■ DATA PROVIDED ■
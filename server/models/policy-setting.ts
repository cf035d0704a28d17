import { DataTypes, Model, type CreationOptional, type InferAttributes, type InferCreationAttributes, type Sequelize } from 'sequelize';
import type { PolicyKey } from '../../shared/domain/policy';

/** A policy setting the organisation changed from its default (absent rows mean "use the default"). */
export class PolicySetting extends Model<InferAttributes<PolicySetting>, InferCreationAttributes<PolicySetting>> {
  declare key: PolicyKey;
  declare value: number;
  declare updatedById: number | null;
  declare createdAt: CreationOptional<Date>;
  declare updatedAt: CreationOptional<Date>;
}

/** The single row whose version guards an edit of the policy as a whole. */
export class PolicyHead extends Model<InferAttributes<PolicyHead>, InferCreationAttributes<PolicyHead>> {
  declare id: number;
  declare version: CreationOptional<number>;
  declare updatedById: number | null;
  declare createdAt: CreationOptional<Date>;
  declare updatedAt: CreationOptional<Date>;
}

export function initPolicySetting(sequelize: Sequelize) {
  PolicySetting.init(
    {
      key: { type: DataTypes.STRING(60), primaryKey: true },
      value: { type: DataTypes.DOUBLE, allowNull: false },
      updatedById: { type: DataTypes.INTEGER, allowNull: true },
      createdAt: DataTypes.DATE(3),
      updatedAt: DataTypes.DATE(3),
    },
    { sequelize, tableName: 'policy_settings', modelName: 'PolicySetting' },
  );
  PolicyHead.init(
    {
      id: { type: DataTypes.TINYINT, primaryKey: true },
      version: { type: DataTypes.INTEGER, allowNull: false, defaultValue: 0 },
      updatedById: { type: DataTypes.INTEGER, allowNull: true },
      createdAt: DataTypes.DATE(3),
      updatedAt: DataTypes.DATE(3),
    },
    { sequelize, tableName: 'policy_heads', modelName: 'PolicyHead', version: true },
  );
}
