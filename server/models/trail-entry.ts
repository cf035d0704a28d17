import { DataTypes, Model, type InferAttributes, type InferCreationAttributes, type Sequelize } from 'sequelize';

export type TrailChanges = Record<string, unknown> | null;

export class TrailEntry extends Model<InferAttributes<TrailEntry>, InferCreationAttributes<TrailEntry>> {
  declare seq: number;
  declare at: Date;
  declare userId: number | null;
  declare recordType: string;
  declare recordId: string;
  declare event: string;
  declare changes: TrailChanges;
  declare prevHash: string;
  declare hash: string;
}

export function initTrailEntry(sequelize: Sequelize) {
  TrailEntry.init(
    {
      seq: { type: DataTypes.BIGINT, primaryKey: true },
      at: { type: DataTypes.DATE(3), allowNull: false },
      userId: { type: DataTypes.INTEGER, allowNull: true },
      recordType: { type: DataTypes.STRING(32), allowNull: false },
      recordId: { type: DataTypes.STRING(64), allowNull: false },
      event: { type: DataTypes.STRING(64), allowNull: false },
      changes: { type: DataTypes.JSON, allowNull: true },
      prevHash: { type: DataTypes.CHAR(64), allowNull: false },
      hash: { type: DataTypes.CHAR(64), allowNull: false },
    },
    { sequelize, tableName: 'trail_entries', modelName: 'TrailEntry', timestamps: false },
  );
}
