import { DataTypes, Model, type CreationOptional, type InferAttributes, type InferCreationAttributes, type NonAttribute, type Sequelize } from 'sequelize';
import type { EvidenceRecordType } from '../../shared/schemas/evidence';
import type { User } from './user';

/** Metadata of one uploaded file; the bytes live in storage under `storageKey` (from the SHA-256). */
export class EvidenceFile extends Model<InferAttributes<EvidenceFile>, InferCreationAttributes<EvidenceFile>> {
  declare id: CreationOptional<number>;
  declare recordType: EvidenceRecordType;
  declare recordId: number;
  declare originalName: string;
  declare mediaType: string;
  declare sizeBytes: number;
  declare sha256: string;
  declare storageKey: string;
  declare tempName: string | null;
  declare storedAt: Date | null;
  declare uploadedById: number;
  declare supersededAt: CreationOptional<Date | null>;
  declare supersededById: CreationOptional<number | null>;
  declare supersedeReason: CreationOptional<string | null>;
  declare version: CreationOptional<number>;
  declare createdAt: CreationOptional<Date>;
  declare updatedAt: CreationOptional<Date>;

  declare uploadedBy?: NonAttribute<User>;
  declare supersededBy?: NonAttribute<User | null>;
}

export function initEvidenceFile(sequelize: Sequelize) {
  EvidenceFile.init(
    {
      id: { type: DataTypes.INTEGER, autoIncrement: true, primaryKey: true },
      recordType: { type: DataTypes.STRING(16), allowNull: false },
      recordId: { type: DataTypes.INTEGER, allowNull: false },
      originalName: { type: DataTypes.STRING(255), allowNull: false },
      mediaType: { type: DataTypes.STRING(100), allowNull: false },
      // BIGINT comes back as a string from the driver; evidence is at most a few hundred MB.
      sizeBytes: { type: DataTypes.BIGINT, allowNull: false, get() { return Number(this.getDataValue('sizeBytes')); } },
      sha256: { type: DataTypes.CHAR(64), allowNull: false },
      storageKey: { type: DataTypes.STRING(255), allowNull: false },
      tempName: { type: DataTypes.STRING(80), allowNull: true },
      storedAt: { type: DataTypes.DATE(3), allowNull: true },
      uploadedById: { type: DataTypes.INTEGER, allowNull: false },
      supersededAt: { type: DataTypes.DATE(3), allowNull: true, defaultValue: null },
      supersededById: { type: DataTypes.INTEGER, allowNull: true, defaultValue: null },
      supersedeReason: { type: DataTypes.TEXT, allowNull: true, defaultValue: null },
      version: { type: DataTypes.INTEGER, allowNull: false, defaultValue: 0 },
      createdAt: DataTypes.DATE(3),
      updatedAt: DataTypes.DATE(3),
    },
    { sequelize, tableName: 'evidence_files', modelName: 'EvidenceFile', version: true },
  );
}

■ WHAT IS EXPECTED ■
If a line in the material above holds "supersedeReason", copy it.

■ YOUR RESPONSE ■
  declare supersedeReason: CreationOptional<string | null>;
      supersedeReason: { type: DataTypes.TEXT, allowNull: true, defaultValue: null },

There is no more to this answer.